K04 runs fine on RS4's. I've been running it now for almost a year, and through harsh Upstate NY winter. I switched to Unitronic's K04 w/ RS4 file and have way more power. Also, I am super disappointed in Revo. I spoke to Chris at Waterfest and gave him my information willing to spend more than the cost of a tune to drive to DC and let them use my Touareg to update their 3.0L TDI tune. I reached out via email and Facebook even. Nothing. Now thats poor in my opinion.


----------



## [email protected] USA (May 17, 2007)

americanh3art said:


> In the end, just come out and post in THIS thread what you already told me - that revo is NOT doing anything about the too rich at idle issue -


 Why are you demanding that I lie? 

Why not actually get me your ecu ID so I can see if we even already have your file done. In all your emails where you were insisting I tell you about factory problems in cars in other countries that have nothing to do with you the one thing you kept glancing over time an time again was YOUR car. Nothing about the actual problems you have. I don't even know if you have an A3 or a GTI or a Jetta. It took you 8 emails to even tell me what exactly you were having a problem with.
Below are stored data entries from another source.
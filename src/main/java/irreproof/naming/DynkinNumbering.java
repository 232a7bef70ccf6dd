package irreproof.naming;

import irreproof.engine.lie.DominantWeight;
import irreproof.engine.lie.SimpleAlgebra;
import java.util.ArrayList;
import java.util.List;
import java.util.stream.IntStream;

/**
 * In which order authors write Dynkin labels: as Bourbaki numbers the nodes (Lie IV-VI, plates I-IX), or as Dynkin and
 * Slansky do (Slansky, Phys. Rept. 79, 1981; from memory). The two differ for E6, E7, E8, where Slansky writes the node
 * off the chain last, and for G2, where he writes the long root first.
 */
public final class DynkinNumbering {
    private DynkinNumbering() {}

    /** Bourbaki's node (from 0) at each place of Slansky's order. */
    static int[] slansky(SimpleAlgebra algebra) {
        int rank = algebra.rank();
        return switch (algebra.series()) {
            case A, B, C, D, F -> IntStream.range(0, rank).toArray();
            case E ->
                IntStream.range(0, rank)
                        .map(place -> place == 0 ? 0 : place == rank - 1 ? 1 : place + 1)
                        .toArray();
            case G -> new int[] {1, 0};
        };
    }

    /**
     * The irreps that written Dynkin labels can denote: read in Bourbaki's order first, then in Slansky's where it gives
     * another irrep.
     *
     * @return empty if their number is not the rank, or one is negative
     */
    public static List<Candidate> candidates(LieGroup group, int... written) {
        if (written.length != group.algebra().rank() || IntStream.of(written).anyMatch(label -> label < 0)) {
            return List.of();
        }
        List<Candidate> candidates = new ArrayList<>();
        DominantWeight bourbaki = DominantWeight.of(written);
        candidates.add(new Candidate(bourbaki, Custom.TABLES));
        int[] nodes = slansky(group.algebra());
        int[] labels = new int[written.length];
        for (int place = 0; place < nodes.length; place++) {
            labels[nodes[place]] = written[place];
        }
        DominantWeight slansky = DominantWeight.of(labels);
        if (!slansky.equals(bourbaki)) {
            candidates.add(new Candidate(slansky, Custom.MIRRORED));
        }
        return List.copyOf(candidates);
    }

    /** The labels of an irrep as Slansky orders them. */
    public static List<Integer> inSlanskysOrder(LieGroup group, DominantWeight irrep) {
        return IntStream.of(slansky(group.algebra())).map(irrep::label).boxed().toList();
    }
}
You do realize that 99% of the current problem right now is that you refuse to actually allow us to work with you right? That you didn't send us an email about any problems until about 1 month ago, how does a company fix a problem you never contact them about?


----------



## [email protected] USA (May 17, 2007)

SickTRed08FSI said:


> . I spoke to Chris at Waterfest and gave him my information willing to spend more than the cost of a tune to drive to DC and let them use my Touareg to update their 3.0L TDI tune. I reached out via email and Facebook even. Nothing. Now thats poor in my opinion.


 
Actually that was not me, we did speak but you did not speak to me about us using your vehicle for testing that software, it was someone else here. 
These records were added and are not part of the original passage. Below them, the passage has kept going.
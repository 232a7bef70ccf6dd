package irreproof.naming;

/** What a group's written name stands for. */
public sealed interface Resolution {
    /** The group as the author prints it. */
    String display();

    /** One simple Lie group. */
    record Simple(LieGroup group) implements Resolution {
        @Override
        public String display() {
            return group.display();
        }
    }

    /** A product of simple groups and U(1)s; only {@link Groups#resolveFully} finds these. */
    record Product(ProductGroup group) implements Resolution {
        @Override
        public String display() {
            return group.display();
        }
    }

    /** @param reason why statements about it stay undecided, as the user should read it */
    record Unsupported(String display, String reason) implements Resolution {}
}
We are/were grateful that you offered the vehicle but just because a vehicle is offered does not mean we suddenly have the time and resources to drop everything else and suddenly bring an entirely new product to market. I get calls and emails daily of people asking us to tune their STI, their civic, their dodge truck. Just because they offer doesn't mean its a viable product for us at the time. The 3.0 TDI stuff is something we are interested in doing in the US, the current demand is very low compared to some other products/projects so those get priority.


----------



## SickTRed08FSI (Apr 29, 2011)

[email protected] said:


> Actually that was not me, we did speak but you did not speak to me about us using your vehicle for testing that software, it was someone else here.
> 
> We are/were grateful that you offered the vehicle but just because a vehicle is offered does not mean we suddenly have the time and resources to drop everything else and suddenly bring an entirely new product to market. I get calls and emails daily of people asking us to tune their STI, their civic, their dodge truck. Just because they offer doesn't mean its a viable product for us at the time. The 3.0 TDI stuff is something we are interested in doing in the US, the current demand is very low compared to some other products/projects so those get priority.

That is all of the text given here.